Colonie ?

Colonie ?
4 mars 2016 Dorothée Paliard

Colonie ?

Par Falk Van Gaver. Mars 2016.

C’est la première fois que je vis dans une colonie. Et je vois directement ici, dans cette colonie de la République qu’est la Polynésie française, les ravages de l’impérialisme-colonialisme-universalisme laïc-national-républicain en train de tuer les peuples, langues et cultures polynésiens – un véritable ethnocide, doublé par la destruction mondialiste-marchande de toute culture locale. En gros, ici, c’est la République franco-française plus l’American way of life…

Oui, il y a un ethnocide en cours, mais comme fatal, involontaire, et volontaire de la part des populations vite droguées à la société de consommation. Le pot de fer contre le pot de terre, ou plutôt le pot de plastique contre le pot de bambou… C’est davantage la modernité, le capitalisme qui fait des ravages ici que la colonisation républicaine jacobine française au sens strict, mais cette dernière a bien préparé le terrain en détruisant et remplaçant les bases de la culture polynésienne, ne serait-ce que par l’école française. Les langues polynésiennes ne sont vraiment parlées que par quelques dizaines de milliers de personnes, les autres les maîtrisent de manière dialectale appauvrie et souvent aussi mal que le français : ces deux langues ne sont souvent que des patois, des sociolectes en code restreint des classes populaires, qui les mélangent sans les maîtriser.

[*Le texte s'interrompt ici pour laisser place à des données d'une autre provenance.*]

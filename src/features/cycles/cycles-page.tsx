import { useQuery } from '@tanstack/react-query';
import type { SortingState } from '@tanstack/react-table';
import { type ReactNode, useId, useMemo, useState } from 'react';
import { useSearchParams } from 'react-router-dom';
import type { CycleRow } from '#shared/api/cycles.ts';
import { cycleState } from '#shared/ledger/cycle.ts';
import type { OwedList } from '#shared/ledger/owed-list.ts';
import { saveText, toCsv } from '#src/lib/csv.ts';
import { type HouseholdContext, useHousehold } from '#src/lib/household.ts';
import { Button, ButtonLink } from '#src/ui/button.tsx';
import { Sentence } from '#src/ui/sentence.tsx';
import { EmptyState, ErrorState, PageSkeleton } from '#src/ui/states.tsx';
import { usePhone } from '#src/ui/use-media.ts';
import { useChosenColumns } from './chosen-columns.ts';
import { CYCLE_COLUMNS, FIRST_COLUMNS, FIRST_COLUMNS_PHONE } from './cycle-columns.tsx';
import { type CycleFilter, countByState, filterCycles, yearsOf } from './cycle-rows.ts';
import { cyclesQuery } from './cycles-queries.ts';
import { CyclesTable, useCyclesTable } from './cycles-table.tsx';
import { OwedSheet } from './owed-sheet.tsx';

/** Cycles: every billing cycle in one ruled table. */
export function CyclesPage() {
  const household = useHousehold();
  const list = useQuery(cyclesQuery(household.id));
  if (list.isPending) return <PageSkeleton />;
  if (list.isError) return <ErrorState error={list.error} retry={() => list.refetch()} />;
  if (list.data.rows.length === 0) return <FirstUse household={household} />;
  return <Cycles rows={list.data.rows} owed={list.data.owed} household={household} />;
}

function Cycles({ rows, owed, household }: { rows: CycleRow[]; owed: OwedList; household: HouseholdContext }) {
  const base = `/h/${household.id}`;
  const phone = usePhone();
  const [search, setSearch] = useSearchParams();
  const [sorting, setSorting] = useState<SortingState>([{ id: 'cycle', desc: true }]);
  const [chosen, toggle] = useChosenColumns(phone ? 'phone' : 'desk', phone ? FIRST_COLUMNS_PHONE : FIRST_COLUMNS);
  const filter = filterOf(search);
  const { state, year, text } = filter;
  const found = useMemo(() => filterCycles(rows, { state, year, text }), [rows, state, year, text]);
  const table = useCyclesTable(found, chosen, sorting, setSorting);
  const filtered = found.length !== rows.length;
  const set = (name: keyof CycleFilter, value: string) =>
    setSearch(
      (before) => {
        const after = new URLSearchParams(before);
        if (value === '') after.delete(name);
        else after.set(name, value);
        return after;
      },
      { replace: true },
    );
  const counts = countByState(rows);
  return (
    <div className="page">
      <Sentence title="Cycles" lede="One row for each billing cycle. Open one to see the bill beside the meters.">
        <b>{counts.head}</b>, {counts.rest}.
      </Sentence>
      <section className="sheet">
        <div className="no-print mb-4 flex flex-wrap items-end gap-x-5 gap-y-3">
          <FilterSelect label="Year" value={year ?? ''} onChange={(value) => set('year', value)}>
            <option value="">All years</option>
            {yearsOf(rows).map((one) => (
              <option key={one} value={one}>
                {one}
              </option>
            ))}
          </FilterSelect>
          <FilterSelect label="State" value={state ?? ''} onChange={(value) => set('state', value)}>
            <option value="">All states</option>
            {cycleState.options.map((one) => (
              <option key={one} value={one}>
                {one}
              </option>
            ))}
          </FilterSelect>
          <label className="block max-w-52 grow text-[15px] text-soft">
            Find
            <input
              type="search"
              className="input text-ink"
              value={text}
              placeholder="Sep 2025, estimate"
              onChange={(event) => set('text', event.target.value)}
            />
          </label>
          {phone && (
            <FilterSelect
              label="Sort by"
              value={`${sorting[0]?.id ?? 'cycle'}:${sorting[0]?.desc ? 'desc' : 'asc'}`}
              onChange={(value) => {
                const [id = 'cycle', direction] = value.split(':');
                setSorting([{ id, desc: direction === 'desc' }]);
              }}
            >
              {[{ id: 'cycle', head: 'Date' }, ...CYCLE_COLUMNS].flatMap((column) => [
                <option key={`${column.id}:desc`} value={`${column.id}:desc`}>
                  {column.head}, highest first
                </option>,
                <option key={`${column.id}:asc`} value={`${column.id}:asc`}>
                  {column.head}, lowest first
                </option>,
              ])}
            </FilterSelect>
          )}
          <span className="grow" />
          <ColumnChooser chosen={chosen} toggle={toggle} />
          <Button
            look="plain"
            disabled={found.length === 0}
            onClick={() =>
              saveRows(
                table.getRowModel().rows.map((row) => row.original),
                chosen,
              )
            }
          >
            Export CSV
          </Button>
        </div>
        {found.length === 0 ? (
          <div className="border-t-2 border-ink py-8">
            <p>No cycle matches.</p>
            <p className="mt-2">
              <Button look="link" onClick={() => setSearch({}, { replace: true })}>
                Show all {rows.length}
              </Button>
            </p>
          </div>
        ) : (
          <CyclesTable table={table} base={base} phone={phone} />
        )}
        <p className="hint mt-3">
          {filtered && found.length > 0 && `${found.length} of ${rows.length} cycles. `}– is a figure that is missing; †
          leaves out cycles without one.
        </p>
      </section>
      <OwedSheet owed={owed} base={base} />
    </div>
  );
}

function filterOf(search: URLSearchParams): CycleFilter {
  const state = cycleState.safeParse(search.get('state'));
  const year = search.get('year');
  return {
    state: state.success ? state.data : null,
    year: year && /^\d{4}$/.test(year) ? year : null,
    text: search.get('text') ?? '',
  };
}

function FilterSelect({
  label,
  value,
  onChange,
  children,
}: {
  label: string;
  value: string;
  onChange: (value: string) => void;
  children: ReactNode;
}) {
  const id = useId();
  return (
    <div className="text-[15px]">
      <label htmlFor={id} className="text-soft">
        {label}
      </label>
      <select id={id} className="input" value={value} onChange={(event) => onChange(event.target.value)}>
        {children}
      </select>
    </div>
  );
}

function ColumnChooser({ chosen, toggle }: { chosen: readonly string[]; toggle: (id: string) => void }) {
  return (
    <details className="relative">
      <summary className="btn btn-plain list-none">Choose columns</summary>
      <fieldset className="absolute left-0 z-10 mt-1 min-w-60 rounded-md border border-rule bg-sheet p-3 shadow-lg sm:right-0 sm:left-auto">
        <legend className="visually-hidden">Columns</legend>
        {CYCLE_COLUMNS.map((column) => (
          <label key={column.id} className="flex min-h-11 items-center gap-3 sm:min-h-9">
            <input
              type="checkbox"
              className="size-5 accent-accent"
              checked={chosen.includes(column.id)}
              onChange={() => toggle(column.id)}
            />
            {column.head}
          </label>
        ))}
      </fieldset>
    </details>
  );
}

/** Saves what is shown: the found rows in the table's order, the chosen columns. */
function saveRows(rows: readonly CycleRow[], chosen: readonly string[]): void {
  const columns = CYCLE_COLUMNS.filter((column) => chosen.includes(column.id));
  const head = columns.map((column) => (column.unit ? `${column.head} (${column.unit})` : column.head));
  const body = rows.map((row) => [row.from, row.to, ...columns.map((column) => column.csv(row))]);
  saveText('cycles.csv', toCsv([['From', 'To', ...head], ...body]), 'text/csv;charset=utf-8');
}

function FirstUse({ household }: { household: HouseholdContext }) {
  return (
    <div className="page">
      <Sentence title="Cycles">
        <b>No cycle yet.</b>
      </Sentence>
      <EmptyState
        title="What will stand here"
        action={household.canEdit && <ButtonLink to={`/h/${household.id}/log`}>Log the first month</ButtonLink>}
      >
        One row for each billing cycle: what the roof made, what the house used, what was billed, and whether the bill
        agrees with the meters. {household.canEdit ? '' : 'The owner has not posted a month yet.'}
      </EmptyState>
    </div>
  );
}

La culture polynésienne ne doit évidemment pas être idéalisée, ni dans son passé  de sociétés guerrières extrêmement hiérarchisées et inégalitaires avec systèmes de justification religieuse ad hoc, ni dans son actualité, entre bribes de passé, réinventions plutôt pathétiques de traditions (danse, tatouage…) arrachées de leur contexte et folklorisées, une touristisation avancée et une vie politique pour ne pas dire politicienne polarisée par un bipartisme de fait – entre « autonomistes » partisans du maintien dans la France et « indépendantistes » qui veulent au contraire décoloniser la Polynésie.

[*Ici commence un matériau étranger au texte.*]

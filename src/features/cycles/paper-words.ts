import type { PaperSource } from '#shared/facts/papers.ts';
import { fullDate } from '#src/lib/format.ts';

/** Where the statement stands: its file and rows, or who typed it. */
export function placeWords(source: PaperSource): string {
  if (source.kind === 'typed') return `typed by ${source.by} on ${fullDate(source.on)}`;
  const rows =
    source.firstRow === source.lastRow ? `row ${source.firstRow}` : `rows ${source.firstRow}–${source.lastRow}`;
  return `${source.fileName}, ${rows}`;
}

Le problème, c’est que l’autonomie jusqu’à présent a surtout favorisé l’apparition d’une classe politique professionnelle locale à l’instar de la France, indéboulonnable avec une fausse alternance – « l’alternance unique » dénoncée naguère en France par Philippe Muray – bref tous les travers de l’oligarchie élective qu’on nous vend sous les dehors de la démocratie représentative, et qui a été bien illustrée par le système quasi maffieux de l’ex-président Gaston Flosse qui a verrouillé la politique polynésienne pendant plusieurs décennies.
Je crois qu’ici comme ailleurs, le combat est pour la démocratie directe, le souveraineté populaire, et qu’ici comme ailleurs cela passe par le combat souverainiste. Une culture vivante ne peut être que le fruit d’un peuple vivant et libre.